Blog

Querying More Fields != More Results – Stop wording and Dismax’s minimum should match argument

Let’s recall from Anatomy of a Dismax Query some key components of the dismax query parser:

  • qf – the fields we will search over (we’ll take the highest score out of all the fields that match)
  • mm – the minimum number of fields that MUST match the query

OK, now we’ve had plenty of time to study John’s post (and hey you should be able to even debug Solr). Let’s take our new knowledge for a test drive with this puzzler: Why would adding a field to qf cause our result set to actually shrink in size? Consider these two Solr queries:

(A) http://localhost:8983/solr/select?q=captain+of+enterprise&qf=body&mm=3&defType=dismax
(B) http://localhost:8983/solr/select?q=captain+of+enterprise&qf=title+body&mm=3&defType=dismax

The only difference between A and B is qf.

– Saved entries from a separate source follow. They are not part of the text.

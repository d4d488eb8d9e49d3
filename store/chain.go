package store

import (
	"bytes"
	"context"
	"crypto/sha256"
	"database/sql"
	"encoding/hex"
	"errors"
	"fmt"
	"strconv"
	"strings"

	"modernc.org/sqlite"
	sqlite3 "modernc.org/sqlite/lib"
)

// link seals an entry together with all entries before it.
type link [sha256.Size]byte

// place is where an entry stands in the chain of a logbook.
type place struct {
	logbook  string // its id
	seq      int64  // 1 for the first entry
	previous link   // the link of the entry before; for the first, firstLink
	link     link
}

// seal is the link of an entry with the canonical text at p. origin, of an entry that was merged, is its place in the
// chain it came from; there it had the same text and no origin. The text hashed is
//
//	ringbook chain 1
//	logbook ID
//	entry SEQ
//	previous LINK
//	(the entry's canonical text)
//	origin LOGBOOK SEQ LINK
//
// with links in lower-case hexadecimal and the last line where there is an origin. It never changes.
func (p *place) seal(text []byte, origin *place) link {
	var room [256]byte
	b := append(room[:0], "ringbook chain 1\nlogbook "...)
	b = append(append(b, p.logbook...), "\nentry "...)
	b = append(strconv.AppendInt(b, p.seq, 10), "\nprevious "...)
	b = append(hexadecimal(b, p.previous[:]), '\n')
	h := sha256.New()
	h.Write(b) // a hash takes every write
	h.Write(text)
	if origin != nil {
		b = append(append(b[:0], "origin "...), origin.logbook...)
		b = strconv.AppendInt(append(b, ' '), origin.seq, 10)
		h.Write(append(hexadecimal(append(b, ' '), origin.link[:]), '\n'))
	}
	var l link
	h.Sum(l[:0])
	return l
}

// firstLink is the link that the first entry of a logbook follows.
func firstLink(logbook string) link {
	return sha256.Sum256([]byte("ringbook chain 1\nlogbook " + logbook + "\n"))
}

func hexadecimal(b, raw []byte) []byte { return hex.AppendEncode(b, raw) }

const (
	insertChain  = `INSERT INTO chain (seq, kind, row, link) VALUES (?, ?, ?, ?)`
	insertOrigin = `INSERT INTO origin (chain, logbook, seq, previous, link) VALUES (?, ?, ?, ?, ?)`
	selectLast   = `SELECT l.id, ifnull(c.seq, 0), c.link FROM logbook l LEFT JOIN chain c
  ON c.seq = (SELECT max(seq) FROM chain) WHERE l.n = 1`

	chainRows = 32 // written by one statement in a long transaction
)

// chain appends to the chain the entry e, which is row of its table.
func (w *writer) chain(ctx context.Context, e *entry, row int64, origin *place) error {
	w.text = e.text(w.text[:0])
	if w.chained > 0 {
		if err := w.seal(ctx, e, row, origin); err != nil || len(w.links) < 4*chainRows {
			return err
		}
		return w.flushChain(ctx)
	}
	// The end of the chain as this connection left it is most often still its end. Where another program has added to it, the
	// place is taken, and the end is looked up; entries are never removed, so it cannot have changed in another way.
	remembered := w.last
	if remembered.logbook != "" {
		err := w.sealAtOnce(ctx, e, row, origin)
		var lite *sqlite.Error
		if err == nil || !errors.As(err, &lite) || lite.Code()&0xff != sqlite3.SQLITE_CONSTRAINT {
			return err
		}
		w.links, w.origins = w.links[:0], w.origins[:0]
	}
	var err error
	if w.last, err = lastPlace(ctx, w.conn); err != nil {
		return err
	}
	return w.sealAtOnce(ctx, e, row, origin)
}

func (w *writer) sealAtOnce(ctx context.Context, e *entry, row int64, origin *place) error {
	if err := w.seal(ctx, e, row, origin); err != nil {
		return err
	}
	return w.flushChain(ctx)
}

// seal makes the link of e, whose text is in w.text, and keeps its row to be written.
func (w *writer) seal(ctx context.Context, e *entry, row int64, origin *place) error {
	p := place{logbook: w.last.logbook, seq: w.last.seq + 1, previous: w.last.link}
	p.link = p.seal(w.text, origin)
	w.last = p
	w.links = append(w.links, p.seq, e.kind(), row, bytes.Clone(p.link[:]))
	if origin != nil {
		n, err := w.logbook(ctx, origin.logbook)
		if err != nil {
			return err
		}
		w.origins = append(w.origins, p.seq, n, origin.seq, bytes.Clone(origin.previous[:]), bytes.Clone(origin.link[:]))
	}
	return nil
}

// flushChain writes the rows kept.
func (w *writer) flushChain(ctx context.Context) error {
	if n := len(w.links) / 4; n > 0 {
		if _, err := w.insert(ctx, insertChain+strings.Repeat(", (?, ?, ?, ?)", n-1), w.links...); err != nil {
			return err
		}
		w.chained += n
	}
	if n := len(w.origins) / 5; n > 0 {
		if _, err := w.insert(ctx, insertOrigin+strings.Repeat(", (?, ?, ?, ?, ?)", n-1), w.origins...); err != nil {
			return err
		}
	}
	w.links, w.origins = w.links[:0], w.origins[:0]
	return nil
}

func lastPlace(ctx context.Context, q querier) (place, error) {
	rows, err := q.QueryContext(ctx, selectLast)
	if err != nil {
		return place{}, err
	}
	defer rows.Close()
	var p place
	if !rows.Next() {
		return p, errors.Join(rows.Err(), fmt.Errorf("it has no id of its own: %w", ErrDamaged))
	}
	var raw sql.RawBytes
	if err := rows.Scan(&p.logbook, &p.seq, &raw); err != nil {
		return p, err
	}
	if p.seq == 0 {
		p.link = firstLink(p.logbook)
	} else {
		copy(p.link[:], raw)
	}
	return p, rows.Close()
}
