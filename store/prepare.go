package store

import (
	"context"
	"database/sql"
	"errors"
	"time"

	"modernc.org/sqlite"
)

// prepareFile makes or updates the schema, and hands out the connection that writes.
func prepareFile(ctx context.Context, lb *Logbook) (_ *writer, err error) {
	conn, err := lb.db.Conn(ctx)
	if err != nil {
		return nil, err
	}
	defer func() {
		if err != nil {
			err = errors.Join(err, conn.Close())
		}
	}()
	if err := refuseReadOnly(conn, lb.path); err != nil {
		return nil, err
	}
	// The schema goes in before the write-ahead log is turned on: so application_id and user_version stand in the file
	// itself from its first write, where inspect looks for them.
	if err := migrate(ctx, conn, lb.path); err != nil {
		return nil, err
	}
	if err := useLog(ctx, conn, lb.path); err != nil {
		return nil, err
	}
	// The triggers make SQLite keep each row's old page until the statement is through: in memory, on this connection,
	// which sorts nothing large.
	if _, err := conn.ExecContext(ctx, "PRAGMA temp_store = MEMORY"); err != nil {
		return nil, err
	}
	// In KiB: a bulk import spills beyond it, and stays in bounds.
	if _, err := conn.ExecContext(ctx, "PRAGMA cache_size = -16384"); err != nil {
		return nil, err
	}
	// The writer waits for its turn by itself (writer.begin).
	if _, err := conn.ExecContext(ctx, "PRAGMA busy_timeout = 0"); err != nil {
		return nil, err
	}
	return newWriter(conn), nil
}

func refuseReadOnly(conn *sql.Conn, path string) error {
	return conn.Raw(func(c any) error {
		asker, ok := c.(interface{ IsReadOnly(string) (bool, error) })
		if !ok {
			return nil // the first write will tell
		}
		if no, err := asker.IsReadOnly("main"); err != nil || !no {
			return err
		}
		return &Fault{Path: path, Kind: ErrReadOnly, What: "the file is read-only",
			Cure: "make it and its folder writable, or copy it to a folder that is"}
	})
}

// useLog turns the write-ahead log on. SQLite does not wait its turn for this, so it is asked again until it has it.
func useLog(ctx context.Context, conn *sql.Conn, path string) error {
	deadline := time.Now().Add(busyWait)
	for {
		var mode string
		err := conn.QueryRowContext(ctx, "PRAGMA journal_mode = WAL").Scan(&mode)
		var lite *sqlite.Error
		switch {
		case err == nil && mode == "wal":
			return nil
		case err == nil:
			return &Fault{Path: path, What: "its file system cannot keep a write-ahead log (journal mode stays " + mode + ")",
				Cure: "keep the logbook on a disk of this computer"}
		case !errors.As(err, &lite) || !isBusy(lite) || time.Now().After(deadline):
			return err
		}
		select {
		case <-ctx.Done():
			return ctx.Err()
		case <-time.After(10 * time.Millisecond):
		}
	}
}
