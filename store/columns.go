package store

import (
	"errors"
	"fmt"
	"math"
	"slices"
	"strconv"
	"strings"
	"time"

	"ringbook/snubber"
	"ringbook/snubber/quantity"
)

// column is one column of the CSV: its name, and how a cell goes into a trial and comes out of it. An empty cell is not
// set, and what is not stated comes out empty.
type column struct {
	name string
	set  func(t *snubber.Trial, cell string) error
	get  func(t *snubber.Trial) string
}

// columns are the CSV's columns in the order WriteCSV writes them: those of trial_table, and after them what a trial may
// have besides. A column that qualifies another (ring_hz_u) comes after it.
func columns() []column {
	all := []column{
		text("board", func(t *snubber.Trial) *string { return &t.Board }),
		text("revision", func(t *snubber.Trial) *string { return &t.Revision }),
		{"network", setNetwork, func(t *snubber.Trial) string { return string(t.Network.Kind) }},
		number64("c", quantity.Capacitance, func(t *snubber.Trial) *float64 { return &t.Network.C }),
		fraction("c_tol", func(t *snubber.Trial) *float64 { return &t.Network.CTol }),
		number64("r", quantity.Resistance, func(t *snubber.Trial) *float64 { return &t.Network.R }),
		fraction("r_tol", func(t *snubber.Trial) *float64 { return &t.Network.RTol }),
		number64("probe_c", quantity.Capacitance, func(t *snubber.Trial) *float64 { return &t.ProbeC }),
		point("bus_v", quantity.Voltage, snubber.BusV, func(t *snubber.Trial) *float64 { return &t.Point.BusV }),
		point("current_a", quantity.Current, snubber.CurrentA, func(t *snubber.Trial) *float64 { return &t.Point.CurrentA }),
		point("switching_hz", quantity.Frequency, snubber.SwitchingHz, func(t *snubber.Trial) *float64 { return &t.Point.SwitchingHz }),
		reading(snubber.RingHz, quantity.Frequency),
		uncertainty(snubber.RingHz, quantity.Frequency),
		reading(snubber.DecayS, quantity.Time),
		uncertainty(snubber.DecayS, quantity.Time),
		reading(snubber.PeakV, quantity.Voltage),
		uncertainty(snubber.PeakV, quantity.Voltage),
		{"at", setAt, getAt},
		text("part", func(t *snubber.Trial) *string { return &t.Part }),
		text("note", func(t *snubber.Trial) *string { return &t.Note }),
	}
	return append(all,
		number64("esr", quantity.Resistance, func(t *snubber.Trial) *float64 { return &t.Network.ESR }),
		number64("measured_c", quantity.Capacitance, func(t *snubber.Trial) *float64 { return &t.Network.MeasuredC }),
		number64("measured_c_u", quantity.Capacitance, func(t *snubber.Trial) *float64 { return &t.Network.MeasuredU }),
		reading(snubber.SupplyA, quantity.Current),
		uncertainty(snubber.SupplyA, quantity.Current),
		reading(snubber.TempC, quantity.Temperature),
		uncertainty(snubber.TempC, quantity.Temperature),
		text("session", func(t *snubber.Trial) *string { return &t.Session }),
		text("struck", func(t *snubber.Trial) *string { return &t.Struck }),
		column{"from_waveform", setFromWaveform, getFromWaveform},
	)
}

func text(name string, field func(*snubber.Trial) *string) column {
	return column{name,
		func(t *snubber.Trial, cell string) error { *field(t) = cell; return nil },
		func(t *snubber.Trial) string { return *field(t) }}
}

func number64(name string, unit quantity.Unit, field func(*snubber.Trial) *float64) column {
	return column{name,
		func(t *snubber.Trial, cell string) (err error) { *field(t), err = parseNumber(cell, unit); return err },
		func(t *snubber.Trial) string { return formatNumber(*field(t)) }}
}

func fraction(name string, field func(*snubber.Trial) *float64) column {
	return column{name,
		func(t *snubber.Trial, cell string) (err error) {
			*field(t), err = quantity.ParseFraction(cell)
			return err
		},
		func(t *snubber.Trial) string { return formatNumber(*field(t)) }}
}

// point is a column of the operating point. Where only an instrument read it, the reading comes out.
func point(name string, unit quantity.Unit, q snubber.Quantity, field func(*snubber.Trial) *float64) column {
	c := number64(name, unit, field)
	c.get = func(t *snubber.Trial) string {
		v := *field(t)
		if v == 0 {
			r, _ := t.Reading(q)
			v = r.Value
		}
		return formatNumber(v)
	}
	return c
}

func reading(q snubber.Quantity, unit quantity.Unit) column {
	return column{string(q),
		func(t *snubber.Trial, cell string) error {
			v, err := parseNumber(cell, unit)
			t.Readings = append(t.Readings, snubber.Reading{Quantity: q, Value: v})
			return err
		},
		func(t *snubber.Trial) string {
			if r, ok := t.Reading(q); ok {
				return strconv.FormatFloat(r.Value, 'g', -1, 64)
			}
			return ""
		}}
}

func uncertainty(q snubber.Quantity, unit quantity.Unit) column {
	return column{string(q) + "_u",
		func(t *snubber.Trial, cell string) error {
			u, err := parseNumber(cell, unit)
			if err != nil {
				return err
			}
			for i := range t.Readings {
				if t.Readings[i].Quantity == q {
					t.Readings[i].U = u
					return nil
				}
			}
			return fmt.Errorf("%s is empty, so there is nothing to be uncertain of; give %s or leave this empty", q, q)
		},
		func(t *snubber.Trial) string {
			r, _ := t.Reading(q)
			return formatNumber(r.U)
		}}
}

func setFromWaveform(t *snubber.Trial, cell string) error {
	for _, name := range strings.Fields(cell) {
		i := slices.IndexFunc(t.Readings, func(r snubber.Reading) bool { return string(r.Quantity) == name })
		if i < 0 {
			return fmt.Errorf("%s has no reading in this row; name readings of the row with spaces between them, such as ring_hz decay_s", quote(name))
		}
		t.Readings[i].FromWaveform = true
	}
	return nil
}

func getFromWaveform(t *snubber.Trial) string {
	var names []string
	for _, r := range t.Readings {
		// Those of the operating point come out as the point.
		if r.FromWaveform && r.Quantity != snubber.BusV && r.Quantity != snubber.CurrentA && r.Quantity != snubber.SwitchingHz {
			names = append(names, string(r.Quantity))
		}
	}
	slices.Sort(names) // as trial_table has them
	return strings.Join(names, " ")
}

func setNetwork(t *snubber.Trial, cell string) (err error) {
	t.Network.Kind, err = snubber.ParseKind(cell)
	return err
}

func setAt(t *snubber.Trial, cell string) error {
	at, err := time.Parse(time.RFC3339, cell)
	if err != nil {
		return errors.New("it must be a time as RFC 3339 writes it, such as 2026-03-01T09:30:00Z or 2026-03-01T10:30:00+01:00")
	}
	if at.IsZero() {
		return errors.New("the year 1; it must lie from 1900 to 9999")
	}
	t.At = at.UTC()
	return nil
}

func getAt(t *snubber.Trial) string {
	if t.At.IsZero() {
		return ""
	}
	return t.At.UTC().Format(time.RFC3339Nano)
}

// parseNumber reads a plain SI number at once, and leaves all else to quantity.
func parseNumber(cell string, unit quantity.Unit) (float64, error) {
	if strings.Trim(cell, "0123456789+-.eE") == "" {
		if v, err := strconv.ParseFloat(cell, 64); err == nil && (v >= 0 || unit.Signed()) && !math.IsInf(v, 0) {
			return v, nil
		}
	}
	return quantity.Parse(cell, unit)
}

// formatNumber is v in the shortest form that reads back as the same float64; empty for 0, which is "not stated".
func formatNumber(v float64) string {
	if v == 0 {
		return ""
	}
	return strconv.FormatFloat(v, 'g', -1, 64)
}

Query B adds “title” to qf.

Why would query A return more results than query B? In query B we added a field, so shouldn’t there be more fields to match on and therefore more documents? Not necessarily as it turns out. Why? Well let’s start with something that might help us solve this problem: body is stop worded at query time. Title is not. Well let’s dig a little deeper. Let’s set debugQuery=true to take a gander at what’s happening under the hood with query parsing & analysis. When we dig into query parsing, A and B turn into the following two dismax queries:

(A) +((body:captain body:enterprise)~2)
(B) +(((title:captain | body:captain)       (title:of) (title:enterprise | body:enterprise))~3)

Notice how in both cases body’s stop wording has removed our search for “of” in the body field. In query A this reduces mm to 2, as dismax nicely figures out that after stop wording, we only have 2 clauses in our query – “body:captain” and “body:enterprise”.

What has the addition of an extra field done in B? Well, notice it’s introduced a 3rd clause between “captain” and “enterprise”. Query-time stop wording has removed “body:of”. However title is not stop worded. Therefore, Solr can still potentially match on “title:of” so this component of the middle clause stays in place.

The result of query parsing is that now we have a mandatory clause requiring title to have “of”. Therefore, the result set for query B is limited to the number of titles that have “of” in them. If no titles have “of” in them, then we’ll get no results.

This sounds like an unlikely scenario, but consider if instead of “title” you have another field. Something with a very tightly controlled vocabulary. Something like, titles of laws. Then you could hit this problem very easily.

Solutions?

It’s a bit hard to figure out what’s expected of Solr in this case. Should the “title:of” query be mandatory? Should it be coupled with a “body:?” clause that will match on any term in body (effectively letting body off the hook?).

As a user, it doesn’t seem to make sense to avoid stop wording entirely just to avoid this behavior. It’s a useful tool. More importantly, I feel that we probably want dismax to continue to be able to search over heterogeneous fields with their own analysis chains. Why should the behavior of dismax constrain how we decided to slice up individual fields?

Nevertheless, one takeaway is clean – don’t get aggressive with mm. Think carefully about mm in terms of the percentage of stopwords you’ll likely encounter – realizing that might upgrade some parts of the dismax query to even more mandatory than they are. For long queries q=Where in the world is Carmen Sandiego? this could be quite a few stopwords. For short queries, you’re likely to encounter few stop words like in the query q=Carmen Sandiego. Luckily Solr lets us control mm as a function of the number of clauses in the query.

I’d love to get your thoughts though. Have you encountered this issue before in the wild? How have you solved it?